Aber man kann es auch gelassener sehen: LeserInnen folgen nicht nur gerne der großen Herde und vertrauen darauf, dass wer im Fernsehen Bücher anpreist über einen absolut guten Geschmack verfügen muss (sonst wäre der oder die ja nicht im Fernsehen!), sie lieben es auch, im eigenen Saft zu schmoren. Wer gerne Serienmörderthriller liest, dem kann man mit Heinrich Steinfest nicht kommen, Bewunderer des Noir lesen keine Hamburger Labskauskrimis und Anhänger der Miss Marple lassen die Finger von Herrn Izzo.
Die fundierte Kritik als Grundlage einer abenteuerlichen Reise durch noch unentdeckte Welten des Genres bleibt ein seltener Glücksfall. Wer hat auch die Zeit, sich durch Dutzende von Besprechungen zu lesen, wo doch ein schlichtes „Hat mir gefallen“ von meinem Geschmackszwilling im Netz angenehme Leseaufenthalte in der vertrauten Ländlichkeit meiner literarischen Welt garantiert?

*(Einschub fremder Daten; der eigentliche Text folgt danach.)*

import type { VerdictResponse } from '@shared/api/evidence';
import { route, schema } from '@/server/http/route';
import { withSchool } from '@/server/database/school';
import { parseTrial, tryVerdict } from './trial.service';

export const verdictsRoutes = [
  route({
    // The body is read here and not by the route table: what is wrong with a reading is known to the evidence engine,
    // down to numbers that JSON has no word for.
    method: 'post', path: '/verdicts/trial', permission: 'verdict:trial', summary: 'Compute a verdict from a record and readings (VerdictRequest), storing nothing',
    transaction: 'none', body: 'raw', response: schema<VerdictResponse>('VerdictResponse'), idempotent: false,
    handle: ({ db, actor, rawBody }) => {
      const request = parseTrial(rawBody);
      return withSchool(db, actor, (tx) => tryVerdict(tx, request));
    },
  }),
];
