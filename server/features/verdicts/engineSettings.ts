import type { EntityManager } from 'typeorm';
import { DEFAULT_SETTINGS, type EngineSettings } from '@shared/evidence';

/** Settings already put together, by what the school chose: the engine keeps what it derives beside the object it was given. */
const known = new Map<string, EngineSettings>([['{}', DEFAULT_SETTINGS]]);
const mostKnown = 200;

/** The engine's settings of the school of this unit of work: its own choices, by section, over the stated defaults. */
export async function schoolEngineSettings(tx: EntityManager): Promise<EngineSettings> {
  const [row] = await tx.query<{ own: Partial<EngineSettings> }[]>('SELECT engine_settings AS own FROM school WHERE id = current_school()');
  const key = JSON.stringify(row?.own ?? {});
  const found = known.get(key);
  if (found !== undefined) return found;
  const settings = { ...DEFAULT_SETTINGS, ...row?.own, version: DEFAULT_SETTINGS.version };
  if (known.size >= mostKnown) known.clear();
  known.set(key, settings);
  return settings;
}
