import { paraglideVitePlugin } from '@inlang/paraglide-js';
import { sveltekit } from '@sveltejs/kit/vite';
import tailwindcss from '@tailwindcss/vite';
import { svelteTesting } from '@testing-library/svelte/vite';
import { defineConfig } from 'vitest/config';

/** What `env()` reads in specs of the server; a started server gets its own. */
const testEnv = {
	KITHOUR_MODE: 'test',
	DATABASE_URL: 'file:opened-by-each-test.db',
	ORIGIN: 'http://localhost:4173',
	AUTH_SECRET: 'only-for-tests-only-for-tests-only'
};

export default defineConfig({
	plugins: [
		tailwindcss(),
		paraglideVitePlugin({
			project: './src/lib/wording/project.inlang',
			outdir: './src/lib/wording/compiled',
			strategy: ['baseLocale']
		}),
		sveltekit()
	],
	cacheDir: process.env.VITE_CACHE_DIR,
	ssr: { noExternal: ['rrule'] },
	test: {
		expect: { requireAssertions: true },
		testTimeout: 60_000,
		hookTimeout: 120_000,
		/** Now and then something keeps the main process after the last test: it is not worth a wait. */
		teardownTimeout: 2000,
		/** Vitest leaves one core of two idle otherwise. */
		maxWorkers: 2,
		projects: [
			{
				extends: true,
				test: {
					name: 'unit',
					environment: 'node',
					include: ['src/lib/{domain,forms,wording}/**/*.spec.ts', 'src/routes/**/*.spec.ts']
				}
			},
			{
				extends: true,
				plugins: [svelteTesting()],
				test: {
					name: 'component',
					environment: 'jsdom',
					setupFiles: ['tests/support/jsdom.ts'],
					include: ['src/lib/components/**/*.spec.ts', 'src/routes/**/*.svelte.spec.ts']
				}
			},
			{
				extends: true,
				test: {
					name: 'server',
					environment: 'node',
					include: [
						'src/lib/{server,fakes}/**/*.spec.ts',
						'src/*.spec.ts',
						'tests/server/**/*.spec.ts'
					],
					globalSetup: ['tests/support/template-database.ts'],
					env: testEnv,
					testTimeout: 120_000
				}
			},
			{
				extends: true,
				test: {
					name: 'faults',
					environment: 'node',
					include: ['tests/faults/**/*.spec.ts'],
					globalSetup: ['tests/support/template-database.ts'],
					env: testEnv,
					testTimeout: 180_000
				}
			}
		]
	}
});
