describe('shortages ahead', () => {
	const week = {
		fromAt: Date.parse('2026-12-07T00:00:00Z'),
		toAt: Date.parse('2026-12-14T00:00:00Z')
	};

	it('name the piece, by how many and when, at the places planned, with what the kit takes', async () => {
		const rowing = await addSession('Row');
		const id = await made({ setPlaces: 5 });
		await lay(head, { slots: [id], session: rowing }, { now });
		// Two rowers for five people, for the 20 minutes of the block: three short.
		expect(await shortagesAhead(week)).toEqual([
			{
				kitGroupId: 1,
				item: 'rowers',
				interval: null,
				roomId: null,
				fromAt: Date.parse('2026-12-07T18:40:00Z'),
				toAt: Date.parse('2026-12-07T19:00:00Z'),
				claimed: 5,
				inService: 2,
				short: 3,
				isForBooked: false,
				blocks: [{ slotId: id, blockId: 'b1', kitTakes: 2, planned: 5 }]
			}
		]);
	});

	it('say so when people who hold a place are short, as kit falls out', async () => {
		const rowing = await addSession('Row');
		const id = await made({ setPlaces: 2 });
		await lay(head, { slots: [id], session: rowing }, { now });
		expect(await shortagesAhead(week)).toEqual([]);
		await bookInto(id, [3, 4]);
		await write((tx) => tx.update(kitItems).set({ count: 1 }));
		expect(await shortagesAhead(week)).toMatchObject([{ short: 1, isForBooked: true }]);
	});
});

describe('a room', () => {
	it('with a higher limit gives its new places to those who wait', async () => {
		await editRoom(head, 1, { name: 'Long Floor', places: 2 }, { now });
		const id = await made();
		await bookInto(id, [3]);
		await bookInto(id, [4], 'waitlisted');
		await editRoom(head, 1, { name: 'Long Floor', places: 3 }, { now });
		expect(await statuses()).toEqual(['booked', 'booked']);
	});
});
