import type { Config } from 'tailwindcss';

/** Every colour is a variable: app.css gives each its light and its dark value. */
const token = (name: string) => `var(--${name})`;

export default {
	content: [],
	theme: {
		extend: {
			colors: {
				bg: token('bg'),
				surface: token('surface')
			},
			fontFamily: { sans: ['Outfit', 'system-ui', 'sans-serif'] }
		}
	}
} satisfies Config;
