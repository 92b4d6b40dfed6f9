import js from '@eslint/js';
import svelte from 'eslint-plugin-svelte';
import globals from 'globals';
import { defineConfig } from 'eslint/config';
import ts from 'typescript-eslint';
import svelteConfig from './svelte.config.js';

const drizzle = ['drizzle-orm', 'drizzle-orm/*', '@libsql/client'];

/** One arrow of DEVELOPERS.md: `files` may not import what `group` names. */
const arrow = (files, group, message, ignores = []) => ({
	files,
	ignores: ['**/*.spec.ts', ...ignores],
	rules: { 'no-restricted-imports': ['error', { patterns: [{ group, message }] }] }
});

export default defineConfig(
	{
		ignores: [
			'build/',
			'.svelte-kit/',
			'node_modules/',
			'data/',
			'drizzle/',
			'coverage/',
			'test-results/',
			'src/lib/wording/compiled/',
			'src/lib/wording/project.inlang/'
		]
	},
	js.configs.recommended,
	...ts.configs.recommended,
	...svelte.configs.recommended,
	{
		languageOptions: { globals: { ...globals.browser, ...globals.node } },
		rules: {
			'no-undef': 'off',
			'no-console': 'error',
			eqeqeq: ['error', 'always', { null: 'ignore' }],
			'@typescript-eslint/no-unused-vars': [
				'error',
				{ argsIgnorePattern: '^_', varsIgnorePattern: '^_' }
			],
			'svelte/no-navigation-without-resolve': 'off',
			'svelte/no-at-html-tags': 'error'
		}
	},
	{
		files: ['**/*.svelte', '**/*.svelte.ts'],
		languageOptions: { parserOptions: { parser: ts.parser, svelteConfig } }
	},
	{
		files: ['src/scripts/**', 'tests/bench/**', 'tests/support/run.js'],
		rules: { 'no-console': 'off' }
	},

	arrow(
		['src/lib/domain/**'],
		[
			...drizzle,
			'$app/*',
			'$env/*',
			'$lib/*',
			'!$lib/domain',
			'!$lib/domain/*',
			'svelte',
			'@sveltejs/*',
			'node:*',
			'**/server/**',
			'**/components/**',
			'**/routes/**'
		],
		'Rules are pure: they import rules and the date and rule libraries only.'
	),
	{
		files: ['src/lib/domain/**'],
		ignores: ['**/*.spec.ts'],
		rules: {
			'no-restricted-syntax': [
				'error',
				{
					selector: "CallExpression[callee.object.name='Date'][callee.property.name='now']",
					message: 'The clock is an argument.'
				},
				{
					selector: "NewExpression[callee.name='Date'][arguments.length=0]",
					message: 'The clock is an argument.'
				},
				{
					selector: "CallExpression[callee.object.name='Math'][callee.property.name='random']",
					message: 'Chance is an argument.'
				},
				{
					selector: "MemberExpression[object.name='Temporal'][property.name='Now']",
					message: 'The clock is an argument.'
				}
			]
		}
	},
	arrow(
		['src/lib/components/**'],
		[...drizzle, '$lib/server/*', '**/server/**', '**/routes/**', '$app/server', '$env/*'],
		'Components know nothing: props in, snippets and callbacks out.'
	),
	arrow(
		['src/lib/components/ui/**'],
		[...drizzle, '$lib/server/*', '$lib/domain/*', '**/routes/**'],
		'components/ui has no domain nouns.'
	),
	arrow(
		['src/lib/forms/**'],
		['$lib/server/*', '**/server/**', '**/components/**', '**/routes/**', '$app/*', '$env/*'],
		'Forms import rules and zod; what reaches the server or a component belongs there.',
		[]
	),
	arrow(
		['src/lib/server/**'],
		['**/routes/**', '**/components/**', '$app/*', '$env/*', 'svelte'],
		'Commands and queries know no page: rules, database and the commands they cause.',
		['src/lib/server/db/seed/**']
	),
	arrow(
		['src/lib/server/db/schema/**'],
		['$lib/server/*', '$lib/forms/*', '**/routes/**'],
		'The schema imports rules only.'
	),
	arrow(
		['src/routes/**'],
		[...drizzle, '$lib/server/db', '$lib/server/db/*', '**/server/db/**'],
		'Routes translate, ask, answer: the database is behind a query or a command.'
	)
);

Du vergisst die besonders fundierte Beschreibung von Umschlag und Schriftgröße. Ist ja auch wichtig. Besonders letzteres für ältere Leser.
* denkt zielgruppenspezifisch
Klar, dass der Amazonquatsch bei der Bewertung von Büchern nichts bringt. Genauso absurd wäre es, Bücher zur Stiftung Warentest zu schicken.
Dagegen wird die Leseprobe immer noch sehr unterschätzt. Der Rezensent kann mir viel erzählen; die Stimme des Autors sollte immer hörbar sein. Auch oder trotz der Rezension. Das lässt sich ja sehr schön im Internet realisieren.
Ich habe mir aber auch früher schon Bücher empfehlen lassen, die meine Freundin „gut“ fand. Und ich empfehle fleißig weiter auf diese Art. Ich frage vielleicht noch: „Was magst Du?“, dass ich keinem Steinfest-Fan einen Steinpilz empfehle. Aber dann müssen zwei Sätze und eine Empfehlung reichen, ich rezitiere sicher keine Rezension. Das war doch schon immer so.
Der Unterschied ist wohl die Reichweite: Wir mussten uns persönlich treffen (oder telefonieren) und vielleicht haben es noch fünf Leute gehört, das wars dann. Wird daselbe bei Amazon „gesagt“ haben theoretisch unbegrenzt viele Leute Zugang.
Ich denke, klar, das „im eigenen Saft schmoren“, das kann ich nachvollziehen. Ich frage mich nur, ob es früher nicht noch schlimmer war. Wie hätten 0815-NormalleserInnen überhaupt von einem Kleinverlagsbuch erfahren? Eher gar nicht und empfehlen kann man beiläufig nur, was mann kennt. Jetzt kommts ja vor, mitunter, dass so etwas empfohlen wird.